Where does the string "shape" occur in the records below? Copy every line that holds it.

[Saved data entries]

____

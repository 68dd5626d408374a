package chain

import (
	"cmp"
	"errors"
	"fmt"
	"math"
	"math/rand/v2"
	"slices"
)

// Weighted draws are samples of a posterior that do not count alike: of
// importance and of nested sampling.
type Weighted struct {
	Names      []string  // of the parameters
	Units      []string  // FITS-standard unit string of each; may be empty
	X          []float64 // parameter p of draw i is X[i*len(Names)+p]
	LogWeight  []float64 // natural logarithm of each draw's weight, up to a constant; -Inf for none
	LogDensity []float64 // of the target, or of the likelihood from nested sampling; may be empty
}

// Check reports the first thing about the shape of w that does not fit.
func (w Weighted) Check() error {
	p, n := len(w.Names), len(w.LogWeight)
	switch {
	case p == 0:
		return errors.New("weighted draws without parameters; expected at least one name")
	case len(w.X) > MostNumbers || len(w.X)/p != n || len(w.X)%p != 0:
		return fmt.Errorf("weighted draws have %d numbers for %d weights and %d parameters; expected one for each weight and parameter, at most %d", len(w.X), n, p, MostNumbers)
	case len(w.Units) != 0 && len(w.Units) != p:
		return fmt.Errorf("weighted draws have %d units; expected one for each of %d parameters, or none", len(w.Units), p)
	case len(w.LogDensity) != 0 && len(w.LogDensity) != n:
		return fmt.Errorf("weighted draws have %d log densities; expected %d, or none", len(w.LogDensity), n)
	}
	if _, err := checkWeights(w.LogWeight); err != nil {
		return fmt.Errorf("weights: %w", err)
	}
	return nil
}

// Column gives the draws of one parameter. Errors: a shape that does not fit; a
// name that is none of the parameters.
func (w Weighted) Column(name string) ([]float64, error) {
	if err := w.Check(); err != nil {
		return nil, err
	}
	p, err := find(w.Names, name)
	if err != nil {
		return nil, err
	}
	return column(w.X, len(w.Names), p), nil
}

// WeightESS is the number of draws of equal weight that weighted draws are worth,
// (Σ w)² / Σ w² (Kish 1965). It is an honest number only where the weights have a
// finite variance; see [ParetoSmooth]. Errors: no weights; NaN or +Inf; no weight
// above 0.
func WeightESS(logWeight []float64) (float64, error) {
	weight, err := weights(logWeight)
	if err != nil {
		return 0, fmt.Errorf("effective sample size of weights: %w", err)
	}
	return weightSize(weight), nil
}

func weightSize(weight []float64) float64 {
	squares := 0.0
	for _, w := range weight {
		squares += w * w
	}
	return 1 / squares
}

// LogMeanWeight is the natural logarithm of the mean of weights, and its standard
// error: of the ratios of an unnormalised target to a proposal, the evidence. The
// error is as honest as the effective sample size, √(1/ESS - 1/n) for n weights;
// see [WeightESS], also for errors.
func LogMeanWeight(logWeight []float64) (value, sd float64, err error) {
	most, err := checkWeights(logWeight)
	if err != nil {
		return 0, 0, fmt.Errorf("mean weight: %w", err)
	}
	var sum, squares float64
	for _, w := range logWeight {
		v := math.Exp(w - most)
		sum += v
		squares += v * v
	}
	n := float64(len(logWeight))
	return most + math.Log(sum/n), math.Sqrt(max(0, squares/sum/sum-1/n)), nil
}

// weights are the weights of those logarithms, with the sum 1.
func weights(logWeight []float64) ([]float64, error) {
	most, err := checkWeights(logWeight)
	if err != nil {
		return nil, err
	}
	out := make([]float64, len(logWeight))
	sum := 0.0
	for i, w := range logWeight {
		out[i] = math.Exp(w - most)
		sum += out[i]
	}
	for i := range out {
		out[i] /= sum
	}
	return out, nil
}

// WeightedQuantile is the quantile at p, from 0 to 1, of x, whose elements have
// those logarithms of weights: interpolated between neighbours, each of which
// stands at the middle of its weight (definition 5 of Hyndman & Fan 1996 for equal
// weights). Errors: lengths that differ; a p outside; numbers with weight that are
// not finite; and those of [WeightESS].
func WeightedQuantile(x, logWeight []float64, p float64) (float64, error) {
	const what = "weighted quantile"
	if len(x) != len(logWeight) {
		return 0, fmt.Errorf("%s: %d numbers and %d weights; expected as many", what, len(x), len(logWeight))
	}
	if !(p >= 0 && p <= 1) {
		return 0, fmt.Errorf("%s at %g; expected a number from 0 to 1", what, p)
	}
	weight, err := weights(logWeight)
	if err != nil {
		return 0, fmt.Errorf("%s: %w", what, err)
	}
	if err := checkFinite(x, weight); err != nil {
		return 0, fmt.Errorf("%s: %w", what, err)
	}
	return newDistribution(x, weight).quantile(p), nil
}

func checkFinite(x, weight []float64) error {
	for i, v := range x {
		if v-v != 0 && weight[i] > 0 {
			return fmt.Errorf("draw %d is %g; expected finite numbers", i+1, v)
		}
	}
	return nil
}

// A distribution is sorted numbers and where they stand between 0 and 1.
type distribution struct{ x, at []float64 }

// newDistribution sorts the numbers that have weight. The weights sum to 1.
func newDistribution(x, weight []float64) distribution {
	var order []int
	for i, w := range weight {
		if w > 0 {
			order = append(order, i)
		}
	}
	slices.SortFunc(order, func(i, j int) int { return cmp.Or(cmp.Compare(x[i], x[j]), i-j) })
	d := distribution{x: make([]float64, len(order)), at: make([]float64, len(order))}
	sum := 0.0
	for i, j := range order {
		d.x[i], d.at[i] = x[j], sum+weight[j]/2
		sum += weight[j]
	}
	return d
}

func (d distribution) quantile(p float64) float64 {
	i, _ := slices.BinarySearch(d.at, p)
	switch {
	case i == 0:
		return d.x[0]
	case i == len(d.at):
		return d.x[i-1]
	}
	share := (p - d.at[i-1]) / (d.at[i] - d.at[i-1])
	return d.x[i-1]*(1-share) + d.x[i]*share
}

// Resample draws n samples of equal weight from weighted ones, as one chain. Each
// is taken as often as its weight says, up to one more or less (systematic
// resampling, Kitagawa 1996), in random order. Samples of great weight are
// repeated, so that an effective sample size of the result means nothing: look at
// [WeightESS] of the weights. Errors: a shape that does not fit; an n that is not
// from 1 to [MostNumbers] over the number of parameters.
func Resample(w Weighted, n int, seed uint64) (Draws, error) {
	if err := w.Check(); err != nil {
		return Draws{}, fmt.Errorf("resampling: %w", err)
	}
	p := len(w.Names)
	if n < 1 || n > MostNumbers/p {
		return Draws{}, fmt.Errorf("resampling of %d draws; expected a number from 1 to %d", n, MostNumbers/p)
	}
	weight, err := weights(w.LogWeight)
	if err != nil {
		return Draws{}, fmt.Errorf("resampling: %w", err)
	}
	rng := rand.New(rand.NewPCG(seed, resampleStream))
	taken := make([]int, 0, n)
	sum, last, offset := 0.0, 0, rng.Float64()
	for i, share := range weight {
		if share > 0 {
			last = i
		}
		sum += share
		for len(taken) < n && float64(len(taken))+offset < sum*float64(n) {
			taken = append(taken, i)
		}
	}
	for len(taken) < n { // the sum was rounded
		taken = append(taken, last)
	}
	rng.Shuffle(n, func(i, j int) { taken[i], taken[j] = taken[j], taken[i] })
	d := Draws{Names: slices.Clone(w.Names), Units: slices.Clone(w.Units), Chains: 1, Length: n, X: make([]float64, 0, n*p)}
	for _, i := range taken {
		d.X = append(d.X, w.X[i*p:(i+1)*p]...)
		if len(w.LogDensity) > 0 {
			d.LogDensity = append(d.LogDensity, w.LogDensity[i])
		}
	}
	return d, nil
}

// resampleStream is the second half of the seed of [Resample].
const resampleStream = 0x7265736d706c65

____

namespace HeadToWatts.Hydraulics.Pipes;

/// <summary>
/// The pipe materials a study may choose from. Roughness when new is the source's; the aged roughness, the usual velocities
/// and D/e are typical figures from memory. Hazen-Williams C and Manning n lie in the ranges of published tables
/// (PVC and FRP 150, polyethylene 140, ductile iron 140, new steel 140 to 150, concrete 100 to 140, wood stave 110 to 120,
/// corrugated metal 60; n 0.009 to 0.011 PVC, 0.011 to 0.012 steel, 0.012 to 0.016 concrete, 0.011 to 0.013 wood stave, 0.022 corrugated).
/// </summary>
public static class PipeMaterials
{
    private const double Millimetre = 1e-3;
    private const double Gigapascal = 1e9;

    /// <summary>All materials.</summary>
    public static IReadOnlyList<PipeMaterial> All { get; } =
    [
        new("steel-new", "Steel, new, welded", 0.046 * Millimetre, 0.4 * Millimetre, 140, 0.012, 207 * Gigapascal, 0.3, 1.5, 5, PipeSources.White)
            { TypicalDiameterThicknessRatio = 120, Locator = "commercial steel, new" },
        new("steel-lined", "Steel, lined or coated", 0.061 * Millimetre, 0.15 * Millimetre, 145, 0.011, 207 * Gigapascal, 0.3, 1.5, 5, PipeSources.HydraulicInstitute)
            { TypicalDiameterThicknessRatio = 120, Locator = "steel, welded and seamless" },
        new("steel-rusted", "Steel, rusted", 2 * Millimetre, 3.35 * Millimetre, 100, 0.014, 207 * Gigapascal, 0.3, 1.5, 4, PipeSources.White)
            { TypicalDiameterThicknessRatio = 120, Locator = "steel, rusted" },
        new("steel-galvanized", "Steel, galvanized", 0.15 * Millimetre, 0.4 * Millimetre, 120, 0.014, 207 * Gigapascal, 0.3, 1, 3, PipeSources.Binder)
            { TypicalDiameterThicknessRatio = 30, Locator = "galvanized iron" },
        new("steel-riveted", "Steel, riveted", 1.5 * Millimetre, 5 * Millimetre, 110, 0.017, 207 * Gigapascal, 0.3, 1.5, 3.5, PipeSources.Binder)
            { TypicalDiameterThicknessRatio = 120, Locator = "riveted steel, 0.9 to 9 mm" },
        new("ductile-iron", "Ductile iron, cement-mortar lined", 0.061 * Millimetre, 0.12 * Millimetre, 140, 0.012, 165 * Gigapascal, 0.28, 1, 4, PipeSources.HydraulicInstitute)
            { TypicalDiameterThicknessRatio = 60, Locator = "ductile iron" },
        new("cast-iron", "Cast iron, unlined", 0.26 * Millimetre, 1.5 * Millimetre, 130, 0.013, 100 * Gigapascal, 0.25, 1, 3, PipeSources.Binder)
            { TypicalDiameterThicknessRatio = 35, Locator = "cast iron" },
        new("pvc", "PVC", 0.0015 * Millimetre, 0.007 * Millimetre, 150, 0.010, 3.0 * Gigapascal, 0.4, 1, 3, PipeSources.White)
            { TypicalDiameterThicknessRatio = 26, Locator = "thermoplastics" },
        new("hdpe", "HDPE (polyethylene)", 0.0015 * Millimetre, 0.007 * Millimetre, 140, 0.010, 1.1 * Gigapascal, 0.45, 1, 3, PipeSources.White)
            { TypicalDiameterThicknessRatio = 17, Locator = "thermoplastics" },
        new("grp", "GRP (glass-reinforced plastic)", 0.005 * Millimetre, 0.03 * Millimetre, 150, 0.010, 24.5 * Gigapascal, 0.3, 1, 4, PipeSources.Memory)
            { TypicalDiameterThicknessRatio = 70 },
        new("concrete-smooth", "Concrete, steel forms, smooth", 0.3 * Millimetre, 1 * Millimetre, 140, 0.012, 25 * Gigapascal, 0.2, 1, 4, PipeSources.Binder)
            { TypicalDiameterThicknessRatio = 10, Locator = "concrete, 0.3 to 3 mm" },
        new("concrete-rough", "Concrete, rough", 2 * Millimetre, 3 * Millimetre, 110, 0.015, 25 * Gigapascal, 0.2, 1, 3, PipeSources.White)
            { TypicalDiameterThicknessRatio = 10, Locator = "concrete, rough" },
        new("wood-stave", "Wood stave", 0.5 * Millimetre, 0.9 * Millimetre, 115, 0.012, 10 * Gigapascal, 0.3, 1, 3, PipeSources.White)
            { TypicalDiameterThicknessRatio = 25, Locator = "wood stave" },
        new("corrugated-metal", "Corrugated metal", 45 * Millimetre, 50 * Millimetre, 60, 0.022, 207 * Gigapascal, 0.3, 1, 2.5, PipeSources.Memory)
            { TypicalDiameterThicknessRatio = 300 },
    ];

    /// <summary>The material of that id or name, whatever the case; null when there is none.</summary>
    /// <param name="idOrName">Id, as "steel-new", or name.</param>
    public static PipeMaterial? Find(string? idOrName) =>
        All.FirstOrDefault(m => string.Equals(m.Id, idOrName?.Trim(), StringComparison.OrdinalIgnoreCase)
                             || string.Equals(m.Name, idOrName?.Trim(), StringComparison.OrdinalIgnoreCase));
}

____

_Response area:_
// Check reports the first thing about the shape of w that does not fit.
// Column gives the draws of one parameter. Errors: a shape that does not fit; a
// [WeightESS] of the weights. Errors: a shape that does not fit; an n that is not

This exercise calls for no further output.